Ashraf Ghani, Afghanistan’s new president has provided hope for peace and stability to the troubled nation.
Even in his first weeks in office, President Ghani, a former World Bank technocrat and professor in leading American Universities, has embarked on sweeping reforms from tackling corruption to resolving the issues of the prisoners in Kabul’s Puli Charkhi prison. Ghani seems serious and an ideal leader for a post-conflict country such as Afghanistan where people want swift actions from public leaders and are usually frustrated by lack of action.
President Ghani has yet to nominate his cabinet and governors of Afghanistan’s 34 provinces. The general perception in Afghanistan is that together with his Chief Executive Officer, Dr. Abdullah Abdullah, he will nominate one soon, and it could be a more technocratic one than compared to his predecessor, Hamid Karzai. Ghani’s minister selection will be important for delivering on his campaign promises and furthering the tasks he has started in Afghanistan.
Among the many policy issues facing Ghani, a major one is how he tackles Afghanistan’s troubled relations with its eastern neighbor, Pakistan.
Afghanistan and Pakistan share a long border of nearly 2,600 kilometers (1,615 miles) named as the “Durand Line.” Pakistan recognizes this line as an “international border” crossing inherited from British India; Afghanistan, however, recognizes it only as a temporary boundary that was agreed to between British India and the Afghan Emir more than a century ago. Borer disputes have resulted in serious mistrust between Kabul and Islamabad, and both sides have failed to capitalize on the enormous economic benefits they can reap from establishing cordial relations.
Hamid Karzai, the outgoing Afghan president, labeled Pakistan as one of the key stakeholders to peace and stability in Afghanistan. However, he also outlined that his nearly 20 state visits to Pakistan and many efforts failed to result in any constructive outcome.
Now that there is new leadership in Kabul and that Pakistani Prime Minister Nawaz Sharif is keen on contributing to a more stable region, it might be the right time for both sides to turn pages and open a new chapter in Af-Pak relations.
Unlike the past, President Ghani should take lead and propose a more compromising approach that builds trust and enables Pakistan to see more benefits in Afghan stability. One thing that President Ghani should make sure to avoid is to break from the past where most of Afghanistan’s problems are blamed on Pakistan.

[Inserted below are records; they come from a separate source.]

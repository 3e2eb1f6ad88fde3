"""Scenario sweeps, ELA sensitivity and balanced-budget ELA0 / AAR0.

Outside checks name their source beside the check. The closed-form cases are worked
out in the docstrings from the kernel's equations (DEVELOPERS.md, kernel docstring).
"""

from __future__ import annotations

import subprocess
import sys
from pathlib import Path

import numpy as np
import pandas as pd
import pytest
import rasterio
import shapely

import firnline
from firnline.cli import main
from firnline.metrics import BUDGET_COLUMNS, balanced_budget
from firnline.model import prepare
from firnline.outdir import MANIFEST
from firnline.scenarios import (
    SCENARIO_COLUMNS,
    SCENARIO_EXTRA,
    YEAR_COLUMNS,
    YEAR_EXTRA,
    scenario_label,
    scenario_list,
    sensitivity,
    sweep,
)

REPO = Path(__file__).resolve().parents[1]
LAPSE = -0.0065   # K per m: ICAO Standard Atmosphere (Doc 7488) / ISO 2533:1975 tropospheric lapse rate
BAND = 50.0       # m, the default [balance] band_width_m
SNOW_C, RAIN_C = 0.5, 2.5   # deg C, default snow/rain range
DDF_SNOW, DDF_ICE = 3.0, 6.0  # mm w.e. d-1 K-1, default degree-day factors
T_ST, P_ST, Z_ST = 5.0, 5.0, 2000.0   # constant station forcing: deg C, mm per day, m


# ----------------------------------------------------------------------------
# builders
# ----------------------------------------------------------------------------

def plane(builders, tmp_path: Path) -> firnline.Config:
    """A planar glacier 2000..3500 m (101 rows, 15 m apart) under constant forcing, two 365-day years."""
    builders.write_dem(tmp_path / "dem.tif", builders.ramp(101, 2, 3500.0, 2000.0))
    builders.write_station(tmp_path / "station.csv", t=T_ST, p=P_ST)       # 2016-10-01..2018-09-30, no 29 Feb
    sec = builders.base_sections(Z_ST)
    sec["downscaling"] = {"precip_gradient_per_m": 0.0}
    return firnline.load_config(builders.write_config(tmp_path / "case.toml", sec))


def hand_daily_balance(z_m, warming_k):
    """Daily balance (mm w.e.) of a cell under the constant forcing of :func:`plane`.

    T = T_st + lapse (z - z_st) + dT; snowfall s = P f(T), f = 1 at or below 0.5 C, 0 at or
    above 2.5 C, linear between. Where s >= ddf_snow T+ the day's snow outlasts the day's
    melt and the balance is s - ddf_snow T+; otherwise all of it melts, the degree-days left,
    T - s / ddf_snow, melt ice at ddf_ice and the balance is -ddf_ice (T - s / ddf_snow).
    """
    T = T_ST + LAPSE * (np.asarray(z_m) - Z_ST) + warming_k
    s = P_ST * np.clip((RAIN_C - T) / (RAIN_C - SNOW_C), 0.0, 1.0)
    Tp = np.maximum(T, 0.0)
    return np.where(s >= DDF_SNOW * Tp, s - DDF_SNOW * Tp, -DDF_ICE * (T - s / DDF_SNOW))


def hand_ela(warming_k):
    """Zero balance where ddf_snow T = P (2.5 - T) / 2 (inside the mixed-phase range):
    T* = 2.5 P / (2 ddf_snow + P) = 12.5 / 11 = 1.136 C, independent of the warming, so
    z* = z_st + (T_st + dT - T*) / |lapse|: the ELA rises by exactly 1 / |lapse| = 153.8 m per K."""
    t_star = RAIN_C * P_ST / ((RAIN_C - SNOW_C) * DDF_SNOW + P_ST)
    return Z_ST + (T_ST + warming_k - t_star) / -LAPSE


# ----------------------------------------------------------------------------
# closed form, flags, precipitation
# ----------------------------------------------------------------------------

def test_planar_glacier_ela_moves_by_one_over_lapse_rate_per_kelvin(builders, tmp_path):
    """Closed form (see hand_ela): each kelvin lifts the ELA by 1/|lapse| = 153.8 m, within one band."""
    setup = prepare(plane(builders, tmp_path))
    sw = sweep(setup, [1.0, 2.0])          # the (0, 0) reference is added by the sweep
    assert sw.scenarios == [(0.0, 0.0), (1.0, 0.0), (2.0, 0.0)]
    z = setup.elevation()
    for w in (0.0, 1.0, 2.0):
        yrs = sw.year_table[sw.year_table.warming_k == w]
        assert (yrs.ela_flag == "ok").all()
        assert np.abs(yrs.ela_m - hand_ela(w)).max() < BAND
        assert np.abs(yrs.ela_shift_m - w / -LAPSE).max() < BAND
        # AAR: the share of cells above z* (equal areas per cell; no cell lies at z* itself)
        assert yrs.aar.to_numpy() == pytest.approx(np.mean(z > hand_ela(w)), abs=1e-9)
        # specific balance: the hand daily balance over the cells, 365 days a year, m w.e.
        hand_b = hand_daily_balance(z, w).mean() * 365 / 1000
        assert yrs.annual_balance_mwe.to_numpy() == pytest.approx(hand_b, rel=1e-4)
    row = sw.sensitivity.iloc[0]
    # three warming steps, each ELA within one band of the closed form: the slope within one
    # band over the 2 K span
    assert row.dela_dt_m_per_k == pytest.approx(1 / -LAPSE, abs=BAND / 2)
    hand = [hand_daily_balance(z, w).mean() * 365 / 1000 for w in (0.0, 1.0, 2.0)]
    assert row.dbalance_dt_mwe_per_k == pytest.approx(np.polyfit([0.0, 1.0, 2.0], hand, 1)[0], rel=1e-4)
    assert row.n_warming_steps == 3 and row.n_ela_years_used == 6 and row.n_ela_years_excluded == 0
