"""The command line: exit statuses, one-sentence errors, no partial output, every product."""

from __future__ import annotations

import functools
import json
import subprocess
import sys
from pathlib import Path

import numpy as np
import pandas as pd
import pytest
import rasterio

from firnline.cli import main


def run_cli(*args, cwd=None):
    """Run `firnline ARGS` in a subprocess (real exit status, stderr and no traceback)."""
    return subprocess.run([sys.executable, "-m", "firnline", *map(str, args)], capture_output=True,
                          text=True, cwd=cwd)


def outputs(folder: Path) -> list[str]:
    return sorted(p.name for p in folder.rglob("*")) if folder.exists() else []


def test_run_writes_every_contracted_file_on_the_dem_grid(plane_case, tmp_path):
    cfg = plane_case()
    out = tmp_path / "results"
    assert main(["run", str(cfg), "--out", str(out), "--quiet"]) == 0
    names = set(outputs(out))
    for year in (2017, 2018):
        for prefix in ("annual_balance", "winter_balance", "summer_balance", "accumulation", "ablation"):
            assert f"{prefix}_{year}.tif" in names
    for f in ("summary.csv", "profiles.csv", "mean_annual_balance.tif", "run.json"):
        assert f in names
    assert not any(n.startswith(".firnline-staging") for n in names)
    with rasterio.open(tmp_path / "dem.tif") as dem, rasterio.open(out / "annual_balance_2017.tif") as t:
        assert t.crs == dem.crs and t.transform == dem.transform and t.shape == dem.shape
        assert t.dtypes[0] == "float32" and t.nodata == -9999.0
        assert t.compression.name.lower() == "deflate" and t.profile["tiled"]
        assert t.descriptions[0].startswith("annual surface mass balance")
        assert t.units[0] == "m w.e."
        assert "firnline_version" in t.tags() and "caution" in t.tags()
    s = pd.read_csv(out / "summary.csv")
    assert list(s.columns) == ["glacier", "balance_year", "area_km2", "annual_balance_mwe",
                               "winter_balance_mwe", "summer_balance_mwe", "ela_m", "aar", "ela_flag",
                               "ablation_gradient_mwe_per_100m"]   # the extra column of issue 15
    p = pd.read_csv(out / "profiles.csv")
    assert list(p.columns) == ["glacier", "balance_year", "band_bottom_m", "band_top_m", "area_km2",
                               "annual_balance_mwe"]
    info = json.loads((out / "run.json").read_text())
    assert info["firnline_version"] and info["input_sha256"]["dem"]
    g = info["glaciers"]["test plane"]
    assert g["mean_ablation_gradient_mwe_per_100m"] > 0


def test_warming_flag_raises_the_ela(plane_case, tmp_path):
    cfg = plane_case()
    assert main(["run", str(cfg), "--out", str(tmp_path / "a"), "--quiet"]) == 0
    assert main(["run", str(cfg), "--out", str(tmp_path / "b"), "--quiet", "--warming", "1"]) == 0
    a = pd.read_csv(tmp_path / "a" / "summary.csv")
    b = pd.read_csv(tmp_path / "b" / "summary.csv")
    assert (b.ela_m - a.ela_m).mean() == pytest.approx(1 / 0.0065, abs=50)


def test_terrain_writes_slope_and_aspect(plane_case, tmp_path):
    cfg = plane_case()
    out = tmp_path / "terrain"
    assert main(["terrain", str(cfg), "--out", str(out), "--quiet"]) == 0
    with rasterio.open(out / "slope.tif") as s, rasterio.open(out / "aspect.tif") as a:
        assert s.read(1).max() > 0
        asp = a.read(1, masked=True)
        np.testing.assert_allclose(asp.compressed(), 180.0)   # the ramp rises northwards: faces south


def test_version_and_help():
    r = run_cli("--version")
    assert r.returncode == 0 and "firnline" in r.stdout
    for cmd in ("run", "terrain", "demo"):
        r = run_cli(cmd, "--help")
        assert r.returncode == 0 and "usage" in r.stdout.lower()


def _case(builders, tmp_path, sections=None, dem=None, station=None):
    sec = builders.base_sections()
    for k, v in (sections or {}).items():
        sec.setdefault(k, {}).update(v)
    if dem is None:
        builders.write_dem(tmp_path / "dem.tif", builders.ramp())
    else:
        dem(tmp_path / "dem.tif")
    if station is None:
        builders.write_station(tmp_path / "station.csv")
    else:
        station(tmp_path / "station.csv")
    return builders.write_config(tmp_path / "case.toml", sec)


def _no_crs(path):
    with rasterio.open(path, "w", driver="GTiff", width=4, height=4, count=1, dtype="float32") as d:
        d.write(np.ones((4, 4), "float32"), 1)


def _station_gap(builders, path):
    builders.write_station(path)
    lines = path.read_text().splitlines()
    path.write_text("\n".join(lines[:30] + lines[31:]) + "\n")


def _station_text(builders, path):
    builders.write_station(path)
    lines = path.read_text().splitlines()
    lines[10] = lines[10].rsplit(",", 2)[0] + ",warm,1.0"
    path.write_text("\n".join(lines) + "\n")


@pytest.mark.parametrize("kind,words", [
    ("typo", 'unknown key "ddf_snow" in [melt]'),
    ("negative", "ddf_ice_mm_per_day_k must be a number >= 0"),
    ("snow_rain", "snow threshold"),
    ("lapse", "inversion"),
    ("band", "band_width_m must be a number >= 1"),
    ("no_crs", "no coordinate reference system"),
    ("not_raster", "not a raster"),
    ("gap", "no row for 2016-10-30"),
    ("text", "line 11"),
    ("missing_dem", "DEM file not found"),
])
def test_bad_input_exits_2_with_one_sentence_and_no_output(builders, tmp_path, kind, words):
    sections, dem, station = {}, None, None
    if kind == "typo":
        sections = {"melt": {"ddf_snow": 3.0}}
    elif kind == "negative":
        sections = {"melt": {"ddf_ice_mm_per_day_k": -6.0}}
    elif kind == "snow_rain":
        sections = {"downscaling": {"snow_rain_range_c": [3.0, 1.0]}}
    elif kind == "lapse":
        sections = {"downscaling": {"lapse_rate_k_per_m": 0.02}}
    elif kind == "band":
        sections = {"balance": {"band_width_m": 0}}
    elif kind == "no_crs":
        dem = _no_crs
    elif kind == "not_raster":
        dem = lambda p: p.write_text("this is not a DEM")  # noqa: E731
    elif kind == "gap":
        station = functools.partial(_station_gap, builders)
    elif kind == "text":
        station = functools.partial(_station_text, builders)
    elif kind == "missing_dem":
        sections = {"dem": {"path": "elsewhere.tif"}}
    cfg = _case(builders, tmp_path, sections, dem, station)
    r = run_cli("run", cfg, "--out", tmp_path / "out")
    assert r.returncode == 2, r.stderr
    assert words in r.stderr
    assert "Traceback" not in r.stderr
    assert len(r.stderr.strip().splitlines()) == 1
    assert outputs(tmp_path / "out") == []


def test_failure_while_writing_leaves_nothing(plane_case, tmp_path, monkeypatch):
    """A crash in the middle of writing removes every file written so far."""
    import firnline.products as products

    cfg = plane_case()
    calls = {"n": 0}
    real = products.write_geotiff

    def flaky(*a, **k):
        calls["n"] += 1
        if calls["n"] == 3:
            raise OSError("disk full")
        return real(*a, **k)
    monkeypatch.setattr(products, "write_geotiff", flaky)
    assert main(["run", str(cfg), "--out", str(tmp_path / "out"), "--quiet"]) == 1
    assert outputs(tmp_path / "out") == []


@pytest.mark.parametrize("flag,value,words", [("--warming", "nan", "finite"),
                                              ("--precip-change", "-100", "above -100")])
def test_bad_scenario_flags_of_run_exit_2(plane_case, tmp_path, flag, value, words):
    r = run_cli("run", plane_case(), "--out", tmp_path / "out", flag, value)
    assert r.returncode == 2 and words in r.stderr and "Traceback" not in r.stderr
    assert outputs(tmp_path / "out") == []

Instead, President Ghani’s government should opt for a policy that recognizes the need for mutual Af-Pak relations, defies issues of mistrust and promises good will for the people of Afghanistan and Pakistan. This policy should also focus on promoting regional economic cooperation that in turn can foster mutual respect for national sovereignty and territorial integrity.
Pakistan’s leadership should also respect Afghan’s desire for stability and actively engage with Kabul on overcoming political and security challenges. Unlike the past, Pakistan’s strategic depth policy should seek closer economic ties with Afghanistan and understand that building better and more trustful relations with Afghanistan’s legitimate government in Kabul is better for Pakistan’s future stability.
If both Afghan and Pakistani leaders can make this shift in their foreign policies, the two Asian countries can benefit from significant economic and political relations, and collectively contribute to more prosperous societies in the region.